/* A model without a value somewhere: the run reported is the first in
 * design order, and the message is the same at 1 and 2 threads. */
static void test_sobol_fill(void **state)
{
    vg_unc_space sp;
    vg_unc_model m = toy_model(TOY_FILL);
    vg_unc_sobol_opts o = {64, 100, 1, 0.95, 1};
    vg_unc_sobol_out out;
    vg_error e1 = {VG_OK, ""}, e2 = {VG_OK, ""};
    char want[64];
    (void)state;
    two_uniform_space(&sp);
    assert_int_equal(vg_unc_sobol(&sp, &m, &o, &out, &e1), VG_ECONFIG);
    o.threads = 2;
    assert_int_equal(vg_unc_sobol(&sp, &m, &o, &out, &e2), VG_ECONFIG);
    assert_string_equal(e1.msg, e2.msg);
    snprintf(want, sizeof want, "no value at model run %zu ", first_gap_above(64, 250.0));
    if (strncmp(e1.msg, want, strlen(want)) != 0)
        fail_msg("got '%s', expected it to start with '%s'", e1.msg, want);
    assert_non_null(strstr(e1.msg, "a rate is exactly zero there"));
}

/* A failing model's status and message come through, prefixed by the
 * first failing run; a constant model and n = 1 are refused. */
static void test_sobol_errors(void **state)
{
    vg_unc_space sp;
    vg_unc_model fm = toy_model(TOY_FAIL), cm = toy_model(TOY_CONSTANT);
    vg_unc_sobol_opts o = {64, 100, 1, 0.95, 2};
    vg_unc_sobol_out out;
    vg_error err = {VG_OK, ""};
    char want[64];
    (void)state;
    two_uniform_space(&sp);
    assert_int_equal(vg_unc_sobol(&sp, &fm, &o, &out, &err), VG_ENUMERIC);
    snprintf(want, sizeof want, "model run %zu (", first_gap_above(64, 280.0));
    assert_true(strncmp(err.msg, want, strlen(want)) == 0);
    assert_non_null(strstr(err.msg, "out of reach"));
    assert_int_equal(vg_unc_sobol(&sp, &cm, &o, &out, &err), VG_ECONFIG);
    assert_non_null(strstr(err.msg, "same value 2.385 at every sample"));
    o.n = 1;
    assert_int_equal(vg_unc_sobol(&sp, &cm, &o, &out, &err), VG_ECONFIG);
}

/* The rate kernel at huang_rhys = 0 and gap = 0: log10 k_total is the
 * Marcus rate, log10[(2 pi / hbar) V^2 (4 pi lam kT)^-1/2] - lam / (4 kT ln 10),
 * which is additive in log10 V and a function of T alone.  With V
 * log-uniform 0.7 .. 1.4 meV the first term's variance is
 * 4 log10(2)^2 / 12; with T uniform 250 .. 350 K and lam = 600 meV the
 * second's (about twice the first) is computed here by Simpson's rule
 * (400 intervals; the integrand is smooth, error far below the
 * tolerance). */
static double marcus_t_term(double T, double lam_meV)
{
    double kT = VG_KB_MEV * T;

    return (-0.5 * log(T) - lam_meV / (4.0 * kT)) / VG_LN10;
}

▶ ACTIVITY
The records above are to be repeated in full, word for word.

▶ EXPECTED ANSWER
/* A model without a value somewhere: the run reported is the first in
 * design order, and the message is the same at 1 and 2 threads. */
static void test_sobol_fill(void **state)
{
    vg_unc_space sp;
    vg_unc_model m = toy_model(TOY_FILL);
    vg_unc_sobol_opts o = {64, 100, 1, 0.95, 1};
    vg_unc_sobol_out out;
    vg_error e1 = {VG_OK, ""}, e2 = {VG_OK, ""};
    char want[64];
    (void)state;
    two_uniform_space(&sp);
    assert_int_equal(vg_unc_sobol(&sp, &m, &o, &out, &e1), VG_ECONFIG);
    o.threads = 2;
    assert_int_equal(vg_unc_sobol(&sp, &m, &o, &out, &e2), VG_ECONFIG);
    assert_string_equal(e1.msg, e2.msg);
    snprintf(want, sizeof want, "no value at model run %zu ", first_gap_above(64, 250.0));
    if (strncmp(e1.msg, want, strlen(want)) != 0)
        fail_msg("got '%s', expected it to start with '%s'", e1.msg, want);
    assert_non_null(strstr(e1.msg, "a rate is exactly zero there"));
}

/* A failing model's status and message come through, prefixed by the
 * first failing run; a constant model and n = 1 are refused. */
static void test_sobol_errors(void **state)
{
    vg_unc_space sp;
    vg_unc_model fm = toy_model(TOY_FAIL), cm = toy_model(TOY_CONSTANT);
    vg_unc_sobol_opts o = {64, 100, 1, 0.95, 2};
    vg_unc_sobol_out out;
    vg_error err = {VG_OK, ""};
    char want[64];
    (void)state;
    two_uniform_space(&sp);
    assert_int_equal(vg_unc_sobol(&sp, &fm, &o, &out, &err), VG_ENUMERIC);
    snprintf(want, sizeof want, "model run %zu (", first_gap_above(64, 280.0));
    assert_true(strncmp(err.msg, want, strlen(want)) == 0);
    assert_non_null(strstr(err.msg, "out of reach"));
    assert_int_equal(vg_unc_sobol(&sp, &cm, &o, &out, &err), VG_ECONFIG);
    assert_non_null(strstr(err.msg, "same value 2.385 at every sample"));
    o.n = 1;
    assert_int_equal(vg_unc_sobol(&sp, &cm, &o, &out, &err), VG_ECONFIG);
}

/* The rate kernel at huang_rhys = 0 and gap = 0: log10 k_total is the
 * Marcus rate, log10[(2 pi / hbar) V^2 (4 pi lam kT)^-1/2] - lam / (4 kT ln 10),
 * which is additive in log10 V and a function of T alone.  With V
 * log-uniform 0.7 .. 1.4 meV the first term's variance is
 * 4 log10(2)^2 / 12; with T uniform 250 .. 350 K and lam = 600 meV the
 * second's (about twice the first) is computed here by Simpson's rule
 * (400 intervals; the integrand is smooth, error far below the
 * tolerance). */
static double marcus_t_term(double T, double lam_meV)
{
    double kT = VG_KB_MEV * T;

    return (-0.5 * log(T) - lam_meV / (4.0 * kT)) / VG_LN10;
}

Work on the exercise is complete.